Using natural logarithms for concreteness, and a generic variable $x$, the transformation $\ln \sqrt{x}$ is defined easily for positive numbers, but also can be seen to be just $\ln x^{0.5} = 0.5 \ln x$. Hence it has exactly the same effect in terms of effect on nonlinearity, asymmetry, lack of Gaussianity -- or whatever the transformation is designed to cure or improve -- as $\ln x$.
The transformation $\sqrt{\ln x}$ is defined easily for $x > 1$, but that seems also to be an artificial constraint. I'd be happy to learn of a rationale but I can't think of one. If you want a transformation that is stronger than the logarithm, the reciprocal is a simpler transformation to consider first. Reciprocals can be applied usefully so long as all values are positive or all values are negative.

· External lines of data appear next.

impl Job<'_> {
    /// The source's schema must be this program's: columns are copied by name.
    fn source_is_current(&self) -> Result<(), StoreError> {
        let source = self.source;
        let version = super::schema::version_of(&source.conn).map_err(|e| source.err(e))?;
        if version != super::SCHEMA_VERSION {
            return Err(StoreError::Settings {
                store: source.place.clone(),
                message: format!(
                    "is at schema version {version}, this program's is {}; run this version's daemon or `subwatch status` on it once so it is brought up to date, then copy it",
                    super::SCHEMA_VERSION
                ),
            });
        }
        Ok(())
    }

    /// Every rig of the source has a name, and the destination holds none of them.
    fn rigs_are_new(&self) -> Result<(), StoreError> {
        let (source, dest, naming) = (self.source, self.dest, &self.naming);
        let rigs: Vec<String> = naming
            .rows(
                source,
                &format!(
                    "SELECT DISTINCT {} FROM frames{} ORDER BY 1",
                    naming.select(&["rig".to_string()]),
                    naming.filter("frames")
                ),
            )?
            .iter()
            .map(|r| r.get(0))
            .collect::<Result<_, _>>()
            .map_err(|e| source.err(e))?;
        if rigs.iter().any(String::is_empty) {
            return Err(StoreError::Settings {
                store: source.place.clone(),
                message: "holds frames of a rig without a name; name it (store copy --rig NAME) so the site can tell its frames from another rig's".into(),
            });
        }
        for rig in &rigs {
            let there = count(
                &dest.conn,
                "SELECT COUNT(*) FROM frames WHERE rig = ?1",
                values![rig],
            )
            .map_err(|e| dest.err(e))?;
            if there > 0 {
                return Err(StoreError::Settings {
                    store: dest.place.clone(),
                    message: format!(
                        "already holds {there} frame(s) of rig '{rig}'; copy a store into a database that does not have its rigs yet"
                    ),
                });
            }
        }
        Ok(())
    }

    /// Each copied table's rows in the destination before the copy.
    fn counts(&self, dc: &Conn) -> Result<HashMap<&'static str, i64>, StoreError> {
        let mut before = HashMap::new();
        for table in ["frames"]
            .iter()
            .chain(FRAME_TABLES)
            .chain(PLAIN_TABLES)
            .chain(ID_TABLES)
        {
            let n = count(dc, &format!("SELECT COUNT(*) FROM {table}"), &[])
                .map_err(|e| self.dest.err(e))?;
            before.insert(*table, n);
        }
        Ok(before)
    }

    /// Every row, in the destination's open transaction: frames with new ids, the rows
    /// hanging from them, the other tables, and the small facts the destination lacks.
    fn rows(&self) -> Result<Vec<(String, i64)>, StoreError> {
        let new_id = self.frames()?;
        let mut copied = vec![("frames".to_string(), new_id.len() as i64)];
        for table in FRAME_TABLES {
            copied.push((table.to_string(), self.frame_table(table, &new_id)?));
        }
        for (table, keep_id) in PLAIN_TABLES
            .iter()
            .map(|t| (t, true))
            .chain(ID_TABLES.iter().map(|t| (t, false)))
        {
            copied.push((table.to_string(), self.plain_table(table, keep_id)?));
        }
        self.meta()?;
        Ok(copied)
    }

    /// The frames, each with a new id: the source's id to the destination's.
    fn frames(&self) -> Result<HashMap<i64, i64>, StoreError> {
        let (source, naming, dc) = (self.source, &self.naming, &self.dest.conn);
        let frame_columns: Vec<String> = columns(source, "frames")?
            .into_iter()
            .filter(|c| c != "id")
            .collect();
        let insert_frame = format!(
            "INSERT INTO frames ({}) VALUES ({}) RETURNING id",
            frame_columns.join(", "),
            placeholders(frame_columns.len(), 1)
        );
        let mut new_id: HashMap<i64, i64> = HashMap::new();
        let placement_at = frame_columns.iter().position(|c| c == "placement_json");
        let mut placed = Vec::new();
        for row in naming.rows(
            source,
            &format!(
                "SELECT id, {} FROM frames{} ORDER BY id",
                naming.select(&frame_columns),
                naming.filter("frames")
            ),
        )? {
            let old: i64 = row.get(0).map_err(|e| source.err(e))?;
            let id: i64 = dc
                .query_one(&insert_frame, &row.0[1..])
                .and_then(|r| r.get(0))
                .map_err(|e| self.dest.err(e))?;
            new_id.insert(old, id);
            if let Some(Value::Text(json)) = placement_at.map(|k| &row.0[1 + k]) {
                placed.push((id, super::frames::stored_placement(json)));
            }
        }
        self.placements(placed, &new_id)?;
        Ok(new_id)
    }

    /// A placement names its reference by record id: each copied one is pointed at the
    /// reference's new id. One whose reference was not copied, or stored in the form
    /// before ids, is left out: the frame is placed again when its group is next judged.
    fn placements(
        &self,
        placed: Vec<(i64, Option<Placement>)>,
        new_id: &HashMap<i64, i64>,
    ) -> Result<(), StoreError> {
        for (id, placement) in placed {
            let moved = placement.and_then(|mut p| {
                p.reference = *new_id.get(&p.reference)?;
                serde_json::to_string(&p).ok()
            });
            self.dest
                .conn
                .execute(
                    "UPDATE frames SET placement_json = ?2 WHERE id = ?1",
                    values![id, moved],
                )
                .map_err(|e| self.dest.err(e))?;
        }
        Ok(())
    }

    /// A table of rows hanging from frames, pointed at the frames' new ids.
    fn frame_table(&self, table: &str, new_id: &HashMap<i64, i64>) -> Result<i64, StoreError> {
        let source = self.source;
        let cols: Vec<String> = columns(source, table)?
            .into_iter()
            .filter(|c| c != "frame_id")
            .collect();
        let mut rows = Vec::new();
        for row in self.naming.rows(
            source,
            &format!(
                "SELECT frame_id, {} FROM {table}{}",
                cols.join(", "),
                self.naming.filter(table)
            ),
        )? {
            let old: i64 = row.get(0).map_err(|e| source.err(e))?;
            let Some(id) = new_id.get(&old) else { continue };
            let mut values = vec![Value::Int(*id)];
            values.extend_from_slice(&row.0[1..]);
            rows.push(values);
        }
        let mut names = vec!["frame_id"];
        names.extend(cols.iter().map(String::as_str));
        self.dest
            .conn
            .insert_rows(table, &names, &rows)
            .map_err(|e| self.dest.err(e))?;
        Ok(rows.len() as i64)
    }

    /// A table of its own, its ids kept (`keep_id`) or given anew.
    fn plain_table(&self, table: &str, keep_id: bool) -> Result<i64, StoreError> {
        let cols: Vec<String> = columns(self.source, table)?
            .into_iter()
            .filter(|c| keep_id || c != "id")
            .collect();
        let insert = format!(
            "INSERT INTO {table} ({}) VALUES ({})",
            cols.join(", "),
            placeholders(cols.len(), 1)
        );
        let rows = self.naming.rows(
            self.source,
            &format!(
                "SELECT {} FROM {table}{}",
                self.naming.select(&cols),
                self.naming.filter(table)
            ),
        )?;
        for row in &rows {
            self.dest
                .conn
                .execute(&insert, &row.0)
                .map_err(|e| self.dest.err(e))?;
        }
        Ok(rows.len() as i64)
    }

    /// The small facts, where the destination does not have them already.
    fn meta(&self) -> Result<(), StoreError> {
        let rows = self.naming.rows(
            self.source,
            &format!("SELECT {}, value FROM meta", self.naming.meta_key()),
        )?;
        for row in &rows {
            self.dest
                .conn
                .execute(
                    "INSERT INTO meta (key, value) VALUES (?1, ?2) ON CONFLICT (key) DO NOTHING",
                    &row.0,
                )
                .map_err(|e| self.dest.err(e))?;
        }
        Ok(())
    }

    /// Verified by counting: each table's source rows, and what the destination gained.
    fn verify(
        &self,
        copied: &[(String, i64)],
        before: &HashMap<&'static str, i64>,
    ) -> Result<(), StoreError> {
        let (source, dest, naming) = (self.source, self.dest, &self.naming);
        for (table, n) in copied {
            let sql = format!("SELECT COUNT(*) FROM {table}");
            let filtered = format!("{sql}{}", naming.filter(table));
            let in_source = count(&source.conn, &filtered, &naming.params(&filtered))
                .map_err(|e| source.err(e))?;
            let gained =
                count(&dest.conn, &sql, &[]).map_err(|e| dest.err(e))? - before[table.as_str()];
            if in_source != *n || gained != *n {
                return Err(StoreError::Settings {
                    store: dest.place.clone(),
                    message: format!(
                        "{table}: {in_source} row(s) in the source, {n} copied, {gained} more in the database; nothing was copied"
                    ),
                });
            }
        }
        Ok(())
    }
}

Generally, there certainly are useful transformations that can be regarded as two-step functions, e.g. the logit $\ln [p / (1 - p)]$ or the angular transformation $\arcsin \sqrt{p}$. Here the domain is now proportions or probabilities $p$ and $0 < p < 1$ for logit and $0 \le p \le 1$ for angular. If a transformation is useful and natural enough, we tend to regard it as a function directly defined and named, so that (e.g.) statistical software commonly supplies logit functions for immediate use.
Some might want to underline that in some contexts complex results, i.e. those with real and imaginary parts, might be interesting or useful.